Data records

■ ■ ■

CREATE TABLE `crops` (
	`id` int AUTO_INCREMENT NOT NULL,
	`household_id` int NOT NULL,
	`name` varchar(120) NOT NULL,
	`variety` varchar(120) NOT NULL DEFAULT '',
	`food_id` int,
	`category` enum('grain','legume','root_tuber','squash','leafy_green','fruit','nut_seed','herb','animal_product','other') NOT NULL DEFAULT 'other',
	`edible_fraction` double,
	`default_use` enum('fresh','stored','preserved','seed','given','sold','lost'),
	`default_spread_months` tinyint,
	`not_food` boolean NOT NULL DEFAULT false,
	`archived` boolean NOT NULL DEFAULT false,
	`created_at` timestamp NOT NULL DEFAULT (now()),
	CONSTRAINT `crops_id` PRIMARY KEY(`id`),
	CONSTRAINT `crops_household_name_variety_uq` UNIQUE(`household_id`,`name`,`variety`)
);
--> statement-breakpoint
CREATE TABLE `harvests` (
	`id` bigint unsigned AUTO_INCREMENT NOT NULL,
	`household_id` int NOT NULL,
	`crop_id` int,
	`food_id` int,
	`date` date NOT NULL,
	`quantity` double NOT NULL,
	`unit` enum('g','kg','oz','lb') NOT NULL,
	`grams` double NOT NULL,
	`edible_grams` double NOT NULL,
	`use` enum('fresh','stored','preserved','seed','given','sold','lost') NOT NULL,
	`spread_months` tinyint NOT NULL DEFAULT 1,
	`trimmed` boolean NOT NULL DEFAULT false,
	`note` varchar(500),
	`split_group` varchar(36),
	`created_by` varchar(36),
	`created_at` timestamp NOT NULL DEFAULT (now()),
	`updated_at` timestamp NOT NULL DEFAULT (now()) ON UPDATE CURRENT_TIMESTAMP,
	CONSTRAINT `harvests_id` PRIMARY KEY(`id`)
);
--> statement-breakpoint
CREATE TABLE `idempotency_keys` (
	`household_id` int NOT NULL,
	`key` varchar(100) NOT NULL,
	`route` varchar(40) NOT NULL,
	`status` smallint NOT NULL,
	`response` text NOT NULL,
	`created_at` timestamp NOT NULL DEFAULT (now()),
	CONSTRAINT `idempotency_keys_household_id_key_pk` PRIMARY KEY(`household_id`,`key`)
);
--> statement-breakpoint
CREATE TABLE `people` (
	`id` int AUTO_INCREMENT NOT NULL,
	`household_id` int NOT NULL,
	`name` varchar(120) NOT NULL,
	`sex` enum('female','male') NOT NULL,
	`age_years` double,
	`birth_year` smallint,
	`height_cm` double,
	`weight_kg` double,
	`activity` enum('sedentary','low','active','very') NOT NULL DEFAULT 'low',
	`condition` enum('none','pregnancy','lactation') NOT NULL DEFAULT 'none',
	`kcal_per_day` double,
	`at_home_pct` double NOT NULL DEFAULT 100,
	`present_from` date,
	`present_to` date,
	`created_at` timestamp NOT NULL DEFAULT (now()),
	CONSTRAINT `people_id` PRIMARY KEY(`id`)
);
--> statement-breakpoint
CREATE TABLE `purchases` (
	`id` bigint unsigned AUTO_INCREMENT NOT NULL,
	`household_id` int NOT NULL,
	`food_id` int NOT NULL,
	`date` date NOT NULL,
	`quantity` double NOT NULL,
	`unit` enum('g','kg','oz','lb') NOT NULL,
	`grams` double NOT NULL,
	`edible_grams` double NOT NULL,
	`price` decimal(12,2),
	`currency` varchar(3),
	`spread_months` tinyint NOT NULL DEFAULT 1,
	`trimmed` boolean NOT NULL DEFAULT false,
	`note` varchar(500),
	`created_by` varchar(36),
	`created_at` timestamp NOT NULL DEFAULT (now()),
	`updated_at` timestamp NOT NULL DEFAULT (now()) ON UPDATE CURRENT_TIMESTAMP,
	CONSTRAINT `purchases_id` PRIMARY KEY(`id`)
);
--> statement-breakpoint
CREATE TABLE `staples` (
	`id` int AUTO_INCREMENT NOT NULL,
	`household_id` int NOT NULL,
	`food_id` int NOT NULL,
	`label` varchar(120) NOT NULL,
	`quantity` double NOT NULL,
	`unit` enum('g','kg','oz','lb') NOT NULL,
	`spread_months` tinyint NOT NULL DEFAULT 1,
	`created_at` timestamp NOT NULL DEFAULT (now()),
	CONSTRAINT `staples_id` PRIMARY KEY(`id`),
	CONSTRAINT `staples_household_food_uq` UNIQUE(`household_id`,`food_id`,`quantity`,`unit`)
);
--> statement-breakpoint
ALTER TABLE `crops` ADD CONSTRAINT `crops_household_id_households_id_fk` FOREIGN KEY (`household_id`) REFERENCES `households`(`id`) ON DELETE cascade ON UPDATE no action;--> statement-breakpoint
ALTER TABLE `crops` ADD CONSTRAINT `crops_food_id_foods_id_fk` FOREIGN KEY (`food_id`) REFERENCES `foods`(`id`) ON DELETE restrict ON UPDATE no action;--> statement-breakpoint
ALTER TABLE `harvests` ADD CONSTRAINT `harvests_household_id_households_id_fk` FOREIGN KEY (`household_id`) REFERENCES `households`(`id`) ON DELETE cascade ON UPDATE no action;--> statement-breakpoint
ALTER TABLE `harvests` ADD CONSTRAINT `harvests_crop_id_crops_id_fk` FOREIGN KEY (`crop_id`) REFERENCES `crops`(`id`) ON DELETE restrict ON UPDATE no action;--> statement-breakpoint
ALTER TABLE `harvests` ADD CONSTRAINT `harvests_food_id_foods_id_fk` FOREIGN KEY (`food_id`) REFERENCES `foods`(`id`) ON DELETE restrict ON UPDATE no action;--> statement-breakpoint
ALTER TABLE `harvests` ADD CONSTRAINT `harvests_created_by_user_id_fk` FOREIGN KEY (`created_by`) REFERENCES `user`(`id`) ON DELETE set null ON UPDATE no action;--> statement-breakpoint
ALTER TABLE `idempotency_keys` ADD CONSTRAINT `idempotency_keys_household_id_households_id_fk` FOREIGN KEY (`household_id`) REFERENCES `households`(`id`) ON DELETE cascade ON UPDATE no action;--> statement-breakpoint
ALTER TABLE `people` ADD CONSTRAINT `people_household_id_households_id_fk` FOREIGN KEY (`household_id`) REFERENCES `households`(`id`) ON DELETE cascade ON UPDATE no action;--> statement-breakpoint
ALTER TABLE `purchases` ADD CONSTRAINT `purchases_household_id_households_id_fk` FOREIGN KEY (`household_id`) REFERENCES `households`(`id`) ON DELETE cascade ON UPDATE no action;--> statement-breakpoint
ALTER TABLE `purchases` ADD CONSTRAINT `purchases_food_id_foods_id_fk` FOREIGN KEY (`food_id`) REFERENCES `foods`(`id`) ON DELETE restrict ON UPDATE no action;--> statement-breakpoint
ALTER TABLE `purchases` ADD CONSTRAINT `purchases_created_by_user_id_fk` FOREIGN KEY (`created_by`) REFERENCES `user`(`id`) ON DELETE set null ON UPDATE no action;--> statement-breakpoint
ALTER TABLE `staples` ADD CONSTRAINT `staples_household_id_households_id_fk` FOREIGN KEY (`household_id`) REFERENCES `households`(`id`) ON DELETE cascade ON UPDATE no action;--> statement-breakpoint
ALTER TABLE `staples` ADD CONSTRAINT `staples_food_id_foods_id_fk` FOREIGN KEY (`food_id`) REFERENCES `foods`(`id`) ON DELETE restrict ON UPDATE no action;--> statement-breakpoint
CREATE INDEX `harvests_household_date_idx` ON `harvests` (`household_id`,`date`);--> statement-breakpoint
CREATE INDEX `harvests_household_crop_idx` ON `harvests` (`household_id`,`crop_id`);--> statement-breakpoint
CREATE INDEX `people_household_idx` ON `people` (`household_id`);--> statement-breakpoint
CREATE INDEX `purchases_household_date_idx` ON `purchases` (`household_id`,`date`);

■ ■ ■

__EXERCISE OBJECTIVE__: In the entries above, locate every line with the word "boolean" and copy it.

__RESULT FOR THIS EXERCISE__:
	`not_food` boolean NOT NULL DEFAULT false,
	`archived` boolean NOT NULL DEFAULT false,
	`trimmed` boolean NOT NULL DEFAULT false,
	`trimmed` boolean NOT NULL DEFAULT false,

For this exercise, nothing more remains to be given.